Cabe destacar que un genuino respeto a la dignidad en el marco paternalista implica mantener siempre presente que la situación es excepcional y temporal. El fin último de la intervención no es anular la autonomía del individuo, sino restaurarla en la medida de lo posible. Por ejemplo, si se interna a alguien contra su voluntad por un brote psicótico, el objetivo deberá ser estabilizarlo y darle de alta lo antes posible, en lugar de retenerlo innecesariamente. La OMS y organismos internacionales de salud mental insisten en que la atención en salud mental debe ser lo menos restrictiva posible y centrada en la recuperación y reintegración del paciente en la comunidad, precisamente para preservar su dignidad y libertad a largo plazo. La dignidad, entendida integralmente, implica no solo salvar la vida biológica del paciente, sino también respetar su identidad y sus derechos durante todo el proceso.
En resumen, el paternalismo médico, sustentado en la beneficencia, aporta una perspectiva donde la dignidad del enfermo mental se protege evitando su degradación física, psíquica o social cuando él no puede hacerlo por sí mismo. Bien aplicado, puede ser una expresión de compasión y cuidado que rescata a la persona de los estragos de su enfermedad. Sin embargo, mal manejado, puede menoscabar la dignidad al anular la personalidad del paciente y perpetuar su dependencia. De ahí la importancia de equilibrar cuidadosamente la protección y el respeto.
Perspectivas filosóficas relevantes
El dilema entre autonomía y paternalismo en la salud mental puede iluminarse recurriendo a varias corrientes filosóficas que abordan la dignidad y la ética de la intervención:
Dignidad kantiana: personas como fines en sí
La concepción kantiana ya mencionada subraya que la dignidad está ligada intrínsecamente a la capacidad racional y moral de la persona. Tratar al individuo como fin en sí mismo implica reconocer su autonomía racional. Desde este punto de vista, ignorar completamente la voluntad de un paciente mental sería problemático porque supone no tratarlo como agente moral.

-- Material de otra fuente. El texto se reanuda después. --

@dataclasses.dataclass(frozen=True, repr=False)
class RunAnalysis(Result):
    """Everything `analyse_run` found about one training run.

    Fields:
        steps: (T,) the checkpoints' training steps.
        num_train, num_test: examples in the training and test sets (num_test 0 without one).
        num_outputs: O, the model's outputs.
        num_params: the model's number of parameters.
        parameter_change: ``‖θ_T − θ_0‖ / ‖θ_0‖`` between the first and last checkpoint.
        labels: (N,) the training set's integer classes for classification targets, else None.
        dtype: the dtype of every kernel.
        kinds: answer → the kernel it came from (e.g. ``"drift": "trace (N, N)"``), and
            ``"kernel"``: which path and why.
        drift: `Drift` over the checkpoints (trace kernels on the training set); None when the
            answers came from sketched features (``sketched``).
        laziness: the one laziness verdict (`ntkcalc.laziness`): the kernel criteria of
            ``drift`` and, with ``full_batch_gd``, the forecast gap of the first checkpoint.
        lazy: ``laziness.lazy``; verdict: ``laziness.sentence``.
        groups: per parameter group, how its kernel moved (`GroupChange`).
        feature_ranks: (T,) the interpolation check at each checkpoint (`FeatureRank`), or None
            at a checkpoint where it could not be computed (the reason is in ``cautions``).
        checkpoints: `CheckpointAnswers` at each step of ``forecast_from``.
        cautions: where a number may mislead (non-lazy run, per-output approximation,
            conditioning, precision, estimator disagreement), one sentence each.
        kernel: ``"exact"`` (kernels by `ntk`) or ``"sketch"`` (features by `ntk_features`:
            ``drift`` is None, ``groups`` and ``checkpoints`` are empty, the answers are in
            ``sketched``, the laziness verdict rests on the bias-corrected sketched kernel
            relative change and distance).
        sketched: `SketchedAnswers`, or None on the exact path.
        choice: `KernelChoice`: which path and the numbers it was chosen by (memory, the
            planner's estimates, the limit); ``choice.reason`` is the sentence the report prints.
    """

    steps: np.ndarray
    num_train: int
    num_test: int
    num_outputs: int
    num_params: int
    parameter_change: float
    labels: np.ndarray | None
    dtype: str
    kinds: dict
    drift: Drift | None
    laziness: Laziness
    lazy: bool
    verdict: str
    groups: tuple[GroupChange, ...]
    feature_ranks: tuple[FeatureRank | None, ...]
    checkpoints: tuple[CheckpointAnswers, ...]
    cautions: tuple[str, ...]
    kernel: str = "exact"
    sketched: SketchedAnswers | None = None
    choice: KernelChoice | None = None

    def to_dict(self) -> dict:
        """Every number as plain Python values (NaN and inf → None); what `to_json` writes."""
        d = self.drift
        return _plain({
            "kernel": self.kernel,
            "choice": None if self.choice is None else self.choice.to_dict(),
            "sketched": None if self.sketched is None else self.sketched.to_dict(),
            "steps": self.steps, "num_train": self.num_train, "num_test": self.num_test,
            "num_outputs": self.num_outputs, "num_params": self.num_params,
            "parameter_change": self.parameter_change, "labels": self.labels, "dtype": self.dtype,
            "kinds": self.kinds,
            "lazy": self.lazy, "verdict": self.verdict, "laziness": self.laziness.to_dict(),
            "drift": None if d is None else {"table": d.to_dict(), "threshold": d.threshold,
                                             "notes": list(d.notes)},
            "groups": [dataclasses.asdict(g) for g in self.groups],
            "feature_rank": [None if r is None else _rank_numbers(r) for r in self.feature_ranks],
            "checkpoints": [_answers_numbers(a) for a in self.checkpoints],
            "cautions": list(self.cautions),
        })

    def to_json(self, *, indent: int | None = None) -> str:
        """`to_dict` as JSON."""
        return json.dumps(self.to_dict(), indent=indent, ensure_ascii=False, allow_nan=False)

    def plot(self):
        """An overview: kernel change with the threshold, alignment, forecast MSE from each chosen
        checkpoint, and the spectra; returns a matplotlib Figure (no pyplot, any backend)."""
        from matplotlib.figure import Figure

        if self.sketched is not None:
            return self._plot_sketched(Figure(figsize=(12.0, 3.8), layout="constrained"))
        fig = Figure(figsize=(10.0, 7.0), layout="constrained")
        change, align, fc, spec = fig.subplots(2, 2).ravel()
        d = self.drift
        change.plot(d.steps, d.relative_change, "o-", color=plots.OBSERVED,
                    label="relative change ‖K_t − K_0‖/‖K_0‖")
        change.plot(d.steps, d.distance_to_initial, "s--", color=plots.ESTIMATE,
                    label="distance 1 − cos(K_t, K_0)")
        change.axhline(d.threshold, color=plots.REFERENCE, ls=":",
                       label=f"threshold {d.threshold:.0%}")
        change.set(xlabel="training step", ylabel="kernel change",
                   title=self.laziness.outcome)
        change.legend(fontsize="small", frameon=False, loc="center right")
        align.plot(d.steps, d.alignment, "o-", color=plots.THIRD)
        align.set(xlabel="training step", ylabel="centered alignment A(K_t, YYᵀ)",
                  title="Kernel-label alignment")
        for a in self.checkpoints:
            if a.forecast is None:
                continue
            t = a.step + a.forecast.steps
            (line,) = fc.plot(t, a.train_mse, "-", label=f"train, from step {a.step}")
            if a.test_mse is not None:
                fc.plot(t, a.test_mse, "--", color=line.get_color(),
                        label=f"test, from step {a.step}")
        fc.set_yscale("log")
        fc.set(xlabel="training step", ylabel=plots.axis_label(plots.MSE_LABEL),
               title="Lazy forecast from each chosen checkpoint")
        fc.legend(fontsize="small", frameon=False)
        for a in self.checkpoints:
            w = a.spectrum.eigenvalues
            w = w[w > 0]
            spec.loglog(np.arange(1, w.size + 1), w, ".", markersize=3, label=f"step {a.step}")
        spec.set(xlabel="rank i", ylabel="eigenvalue λ_i", title="Trace kernel spectrum")
        spec.legend(fontsize="small", frameon=False)
        return fig

    def _plot_sketched(self, fig):
        """The sketched answers with their error bars (± one jackknife standard error)."""
        sk = self.sketched
        change, align, spec = fig.subplots(1, 3)
        for ests, fmt, color, label in (
                (sk.relative_change, "o-", plots.OBSERVED, "relative change ‖K_t − K_0‖/‖K_0‖"),
                (sk.distance, "s--", plots.ESTIMATE, "distance 1 − cos(K_t, K_0)")):
            later = [(s, d) for s, d in zip(self.steps, ests, strict=True) if d is not None]
            change.errorbar([s for s, _ in later], [d.corrected for _, d in later],
                            yerr=[d.error for _, d in later], fmt=fmt, color=color,
                            label=f"{label}, bias-corrected")
        change.axhline(self.laziness.kernel_threshold, color=plots.REFERENCE, ls=":",
                       label=f"threshold {self.laziness.kernel_threshold:.0%}")
        change.set(xlabel="training step", ylabel="kernel change (sketched)",
                   title=self.laziness.outcome)
        change.legend(fontsize="small", frameon=False)
        align.errorbar(self.steps, [a.value for a in sk.alignment],
                       yerr=[a.error for a in sk.alignment], fmt="o-", color=plots.THIRD)
        align.set(xlabel="training step", ylabel="centered alignment A(K_t, YYᵀ)",
                  title="Kernel-label alignment (sketched)")
        for c in sk.checkpoints:
            w = np.asarray(c.eigenvalues.corrected)
            spec.errorbar(np.arange(1, w.size + 1), w, yerr=c.eigenvalues.error, fmt=".",
                          label=f"step {c.step}")
        spec.set(xscale="log", yscale="log", xlabel="rank i", ylabel="eigenvalue λ_i",
                 title=f"Top of the trace kernel spectrum (k = {sk.k})")
        spec.legend(fontsize="small", frameon=False)
        return fig

    def write(self, directory, *, description=None) -> tuple[str, str]:
        """Write ``result.json`` (`to_json`, every field) and the report (`write_report`:
        ``report.html``, self-contained with its figures as base64 PNG, and ``report.json``, every
        number it shows) into ``directory`` (created), with ``result.npz``, the result and
        ``description`` as they are (arrays included), for `read` and ``write_report(directory)``.

        Args:
            directory: where the files go.
            description: a `RunDescription` of the data, model and training (what the numbers
                cannot say), or None.

        Returns:
            ``(html_path, json_path)``: ``report.html`` and ``report.json``, as `write_report`
            returns them; ``result.json`` is beside them.
        """
        from .report import RECORD, RESULT, write_report  # the report renders this result

        html_path, json_path = write_report(self, out=directory, description=description)
        with open(os.path.join(os.path.dirname(html_path), RESULT), "w", encoding="utf-8") as fh:
            fh.write(self.to_json(indent=1))
        save_record({"analysis": self, "description": description},
                    os.path.join(os.path.dirname(html_path), RECORD))
        return html_path, json_path

    # -- reading back (`write` saved it) ---------------------------------------------------
    @classmethod
    def read(cls, directory) -> RunAnalysis:
        """The `RunAnalysis` that `write` saved in ``directory``, every field as it was (from its
        ``result.npz``; ``result.json`` holds the same numbers for people and other programs)."""
        from .report import read_run

        return read_run(directory)[0]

Sin embargo, podría argumentarse que cuando la razón está temporalmente eclipsada por la psicosis, el deber para con la dignidad de esa persona sería restaurar su capacidad racional (por ejemplo, mediante tratamiento) para que pueda volver a ejercer su autonomía plenamente. Un kantiano podría sostener que hay que actuar según lo que respete a la persona trascendental detrás de la enfermedad: es decir, no seguir los caprichos del trastorno, sino la voluntad auténtica que el sujeto tendría si estuviera libre de la patología. En ese sentido, cierta intervención contra la voluntad empírica del paciente podría justificarse como respeto a su voluntad racional genuina. Con todo, el enfoque kantiano impondría límites claros al trato: jamás se debe instrumentalizar al enfermo mental –por ejemplo, usar la internación no para beneficio del paciente sino para comodidad de la familia o para fines de investigación sin consentimiento. La persona enferma sigue teniendo un valor absoluto y cualquier acción debe ser en su beneficio y respetando su humanidad, nunca tratándolo como “medio” fungible.

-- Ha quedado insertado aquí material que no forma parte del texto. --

# ---
# jupyter:
#   jupytext:
#     text_representation:
#       extension: .py
#       format_name: percent
#       format_version: '1.3'
#       jupytext_version: 1.19.6
#   kernelspec:
#     display_name: Python 3
#     language: python
#     name: python3
# ---

# %% [markdown]
# # Predict the fit and the test error without training
#
# Before training a network, its kernel at initialization already tells, for lazy training:
#
# 1. the training and test loss curves of full-batch gradient descent (`forecast`), and the
#    largest learning rate that does not diverge;
# 2. the test error of kernel ridge regression with that kernel, estimated from the training
#    set alone by GCV, KARE and leave-one-out (`risk`), and the ridge to use.
#
# The last cells check both against what actually happens: a real training run and held-out
# pumps.

# %%
import os

import jax

jax.config.update("jax_enable_x64", True)  # float64 kernels: small eigenvalues keep their digits

SMALL = os.environ.get("NTKCALC_NOTEBOOK_SMALL") == "1"  # the test suite's quick sizes

# %%
import flax.linen as nn
import jax.numpy as jnp
import matplotlib.pyplot as plt
import numpy as np
import optax

import ntkcalc
from ntkcalc import forecast, ridge_fit, risk
from ntkcalc import pump_readings

train, test = pump_readings(150 if SMALL else 500, 100 if SMALL else 400, seed=3)
x, y, xt, yt = train.x, train.one_hot, test.x, test.one_hot


class MLP(nn.Module):
    # tanh MLP in the NTK parameterization: N(0, 1) weights, pre-activations / √fan_in

    width: int = 512 if SMALL else 1024

    @nn.compact
    def __call__(self, h):
        for i, features in enumerate((self.width, self.width, 4)):
            w = self.param(f"w{i}", nn.initializers.normal(1.0), (h.shape[1], features),
                           np.float64)
            h = h @ w / np.sqrt(h.shape[1])
            h = jnp.tanh(h) if i < 2 else h
        return h


model = MLP()
net = ntkcalc.Net.from_linen(model, model.init(jax.random.key(0), x[:1]))
k = ntkcalc.ntk(net, x, outputs="full")       # (N, N, 4, 4), every output pair
kx = ntkcalc.ntk(net, xt, x, outputs="full")  # (M, N, 4, 4)
f0, f0t = np.asarray(net(x)), np.asarray(net(xt))

# %% [markdown]
# ## 1. The training curves, forecast
#
# The loss convention is `L = (1/N) Σ ½‖f(x) − y‖²` with one step `θ ← θ − lr ∇L`.

# %%
steps = 300 if SMALL else 1000
n, _, o, _ = k.shape
lam_max = np.linalg.eigvalsh(k.transpose(0, 2, 1, 3).reshape(n * o, -1))[-1]
lr = n / lam_max  # half the stability limit 2N/λ_max
fc = forecast(k, y, f0, lr=lr, steps=steps, k_test_train=kx, f0_test=f0t, y_test=yt)
print(f"largest stable learning rate {fc.max_stable_lr:.3g}; using {lr:.3g}")
print(f"after {steps} steps: train loss {fc.train_loss[-1]:.4f}, test loss "
      f"{fc.test_loss[-1]:.4f}, test accuracy {fc.test_accuracy[-1]:.1%}")

# %% [markdown]
# ## 2. The test error of kernel ridge, estimated from the training set
#
# Ridges are on the scikit-learn `KernelRidge` axis, `(K + r·I) α = y`, with `K` the kernel
# traced over outputs.

# %%
kt = np.einsum("ijaa->ij", k)
ktx = np.einsum("ijaa->ij", kx)
ridges = np.mean(np.diag(kt)) * np.logspace(-6, 2, 33)
est = risk(kt, y, ridges=ridges)
r = est.recommended  # GCV's choice, or LOO's when the two disagree (est.agree)
print(f"{est.recommended_by.upper()} picks ridge {r:.3g}; estimated test MSE "
      f"{getattr(est, est.recommended_by)[ridges == r][0]:.4f} (GCV and LOO agree: {est.agree})")

# %% [markdown]
# ## 3. Check: train the network, and score kernel ridge on held-out pumps

# %%
opt = optax.sgd(lr)
loss = jax.jit(lambda p, a, b: 0.5 * jnp.sum((net.apply(p, a) - b) ** 2) / len(a))
params, observed, observed_test = net.params, [], []
state = opt.init(params)
step = jax.jit(lambda p: optax.apply_updates(p, opt.update(jax.grad(loss)(p, x, y), state)[0]))
for t in range(steps + 1):
    observed.append(float(loss(params, x, y)))
    observed_test.append(float(loss(params, xt, yt)))
    params = step(params)

fits = ridge_fit(kt, y, ridge=ridges, k_test_train=ktx)
heldout = np.mean((fits.test_predictions - yt) ** 2, axis=(1, 2))

fig, (left, right) = plt.subplots(1, 2, figsize=(11, 3.8))
left.semilogy(observed, label="train, observed")
left.semilogy(fc.steps, fc.train_loss, "--", label="train, forecast")
left.semilogy(observed_test, label="test, observed")
left.semilogy(fc.steps, fc.test_loss, "--", label="test, forecast")
left.set_xlabel("step")
left.set_ylabel("loss (1/N) Σ ½‖f − y‖²")
left.legend()
right.loglog(ridges, est.gcv, label="GCV")
right.loglog(ridges, est.loo, label="leave-one-out")
right.loglog(ridges, heldout, lw=2, label="held-out")
right.axvline(r, color="grey", ls="--")
right.set_xlabel("ridge r")
right.set_ylabel("mean squared error per output")
right.legend()
plt.show()
gap = fc.departure(np.array(observed), tolerance=np.inf)  # from losses: a lower bound of the gap
print("forecast vs run:", ntkcalc.laziness(forecast_gap=gap).sentence)
print(f"kernel ridge at the chosen ridge: estimated "
      f"{getattr(est, est.recommended_by)[ridges == r][0]:.4f}, held-out {heldout[ridges == r][0]:.4f}")

# %% [markdown]
# **Reading.** When the gap is small the run is lazy and the forecast, made before training,
# already gave its curves. GCV (and KARE, the same number on this ridge axis) tracks the
# held-out curve and picks a ridge near its minimum, using no test data.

Utilitarismo: maximizar bienestar y evitar daños
El utilitarismo, representado por filósofos como Jeremy Bentham y John Stuart Mill, evalúa la moralidad en función de las consecuencias. Un utilitarista centrado en este dilema preguntaría: ¿qué curso de acción producirá el mayor bienestar total y el menor sufrimiento? Aplicado al caso de un enfermo mental sin conciencia de enfermedad, este enfoque tenderá a sopesar costos y beneficios de respetar su voluntad versus intervenir. Si permitir que el paciente siga su propia decisión (por ejemplo, rehusar tratamiento) va a conducir a un gran sufrimiento para él (empeoramiento de la psicosis, daños físicos, pérdida de sus relaciones o bienes) e incluso para sus seres queridos, mientras que una intervención involuntaria podría evitar esas consecuencias negativas, el utilitarismo probablemente favorecerá la intervención. Salvar una vida o prevenir un daño severo suele tener más peso en la balanza utilitarista que la incomodidad o el malestar temporal que puede causar la coerción médica.

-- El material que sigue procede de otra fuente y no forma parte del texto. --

# ---
# jupyter:
#   jupytext:
#     text_representation:
#       extension: .py
#       format_name: percent
#       format_version: '1.3'
#   kernelspec:
#     display_name: Python 3
#     language: python
#     name: python3
# ---

# %% [markdown]
# # Your own run, end to end: a network trained on digits
#
# The whole job on a run of your own. We train a small flax MLP on scikit-learn's handwritten
# digits with optax, saving orbax checkpoints as anyone would, and then hand the checkpoint
# directory to `ntkcalc.analyse_run`. It computes the kernel each answer needs and returns one
# result:
#
# 1. did the kernel move (drift over the checkpoints, which layers moved, the laziness verdict)?
# 2. if training had continued lazily from initialization, or from a later checkpoint, where
#    would it land (the forecast of the linearized model)?
# 3. what test error does kernel ridge promise, from the training set alone?
# 4. does the interpolation condition hold at each checkpoint (rank of the last hidden features
#    [H, 1] against the number of examples)?

# %%
import os
import tempfile

import jax

jax.config.update("jax_enable_x64", True)  # float64 kernels: rank and λ_min verdicts keep digits

SMALL = os.environ.get("NTKCALC_NOTEBOOK_SMALL") == "1"  # the test suite's quick sizes

# %%
# %matplotlib inline
import flax.linen as nn
import jax.numpy as jnp
import matplotlib.pyplot as plt
import numpy as np
import optax
import orbax.checkpoint as ocp
from sklearn.datasets import load_digits

import ntkcalc

digits = load_digits()
n_train, n_test = (150, 100) if SMALL else (600, 400)
order = np.random.default_rng(0).permutation(len(digits.target))
x = digits.data[order[:n_train]] / 16.0
labels = digits.target[order[:n_train]]
x_test = digits.data[order[n_train:n_train + n_test]] / 16.0
labels_test = digits.target[order[n_train:n_train + n_test]]
print(f"{n_train} training and {n_test} test digits, 64 pixels, 10 classes")

# %% [markdown]
# ## Train, as usual, with checkpoints
#
# Full-batch gradient descent on `L = (1/N) Σ ½‖f(x) − y‖²` with one-hot targets: the loss and
# step of `ntkcalc.forecast`, so the forecasts can be compared with the run itself. (For
# minibatch or adaptive optimizers pass `full_batch_gd=False`: the kernel answers stay, the
# forecast-vs-run gap is not computed.)

# %%
class MLP(nn.Module):
    width: int = 64 if SMALL else 512

    @nn.compact
    def __call__(self, x):
        h = nn.tanh(nn.Dense(self.width)(x))
        h = nn.tanh(nn.Dense(self.width)(h))
        return nn.Dense(10)(h)


model = MLP()
params = model.init(jax.random.key(0), jnp.asarray(x[:1]))["params"]
y = jnp.asarray(np.eye(10)[labels])

# The learning rate: half the stability limit 2N/λ_max of the initial (N·O, N·O) kernel, above
# which gradient descent diverges along the top eigenvector.
k0 = ntkcalc.ntk(ntkcalc.Net.from_linen(model, {"params": params}), x, outputs="full")
lr = 0.5 * 2 * len(x) / ntkcalc.spectrum(k0, top=1).eigenvalues[0]
steps = 150 if SMALL else 600
loss = jax.jit(lambda p: 0.5 * jnp.sum((model.apply({"params": p}, x) - y) ** 2) / len(x))
opt = optax.sgd(lr)
state, grad = opt.init(params), jax.jit(jax.grad(loss))
saved = sorted({0, steps // 10, steps // 3, steps})

ckpt_dir = os.path.join(tempfile.mkdtemp(), "checkpoints")
options = ocp.CheckpointManagerOptions(max_to_keep=None, enable_async_checkpointing=False)
losses = []
with ocp.CheckpointManager(ckpt_dir, options=options) as manager:
    for step in range(steps + 1):
        losses.append(float(loss(params)))
        if step in saved:
            manager.save(step, args=ocp.args.StandardSave({"params": params}))
        updates, state = opt.update(grad(params), state)
        params = optax.apply_updates(params, updates)
print(f"lr {lr:.3g}; train loss {losses[0]:.3f} → {losses[-1]:.3f}; checkpoints at {saved}")

# %% [markdown]
# ## Analyse the run
#
# One call. `forecast_from` picks the checkpoints to forecast from: the first (initialization)
# and a later one ("if training continued lazily from step t, where does it land?").

# %%
result = ntkcalc.analyse_run(
    ckpt_dir, x, labels, module=MLP, x_test=x_test, y_test=labels_test,
    lr=lr, full_batch_gd=True, forecast_from=[saved[0], saved[-2]],
)
print("verdict:", result.verdict)
print("kernels:", result.kinds)
for g in result.groups:
    print(f"  {g.group:10s} relative change {g.relative_change:.2%}"
          + ("  (moved)" if g.moved else ""))

# %%
fig = result.plot()
fig

# %% [markdown]
# ## Test error without a test set, and the interpolation check

# %%
for a in result.checkpoints:
    print(f"step {a.step:4d}: LOO {a.loo:.4f}, GCV {a.gcv:.4f} at ridge {a.ridge:.3g}; "
          f"kernel ridge on the test digits {a.test_mse_ridge:.4f} "
          f"(accuracy {a.test_accuracy_ridge:.1%}); kernel: {a.kernel}")
for step, r in zip(result.steps, result.feature_ranks):
    if r is not None:
        print(f"step {step:4d}: {r.verdict}")
for caution in result.cautions:
    print("caution:", caution)

# %% [markdown]
# **Reading.** The verdict says in one sentence whether the initial kernel still describes the
# trained network, with the numbers behind it (kernel change against its threshold and against
# the spread between initializations, and how far the training outputs left the linearized
# forecast). When it reads *lazy*, the forecast from initialization and the kernel-ridge test
# error are answers about this network; when it does not, use the kernels of the later
# checkpoints (the forecast from a later step) instead. `result.write("report")` writes the same
# as `report.html`, with every number it shows in `report.json` and the whole result in
# `result.json`.

# %%
html_path, json_path = result.write(os.path.join(tempfile.mkdtemp(), "report"))
print(html_path)
plt.close("all")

No obstante, un utilitarismo refinado también tomaría en cuenta que las acciones coercitivas generan sufrimiento y tienen costos: forzar a alguien a internarse o medicarse puede causarle trauma, angustia, violar su confianza en el sistema sanitario, además del impacto en otros (como estrés familiar, recursos legales, etc.). Por tanto, se buscarían alternativas menos drásticas si producen casi el mismo bien con menos daño; por ejemplo, intentar primero un tratamiento ambulatorio con supervisión antes que una hospitalización forzosa, si es viable. Asimismo, el utilitarismo consideraría el bienestar a largo plazo: quizá a corto plazo el paciente sufre por la intervención, pero a largo plazo recupera su salud mental y agradece no haber perdido su trabajo o su hogar durante la crisis, lo que en términos de felicidad global es positivo. En suma, la óptica utilitarista aporta la idea de proporcionalidad: las medidas que se tomen contra la voluntad del paciente deben estar justificadas por un claro saldo favorable de bienestar (evitar daños mayores), de lo contrario serían injustificables.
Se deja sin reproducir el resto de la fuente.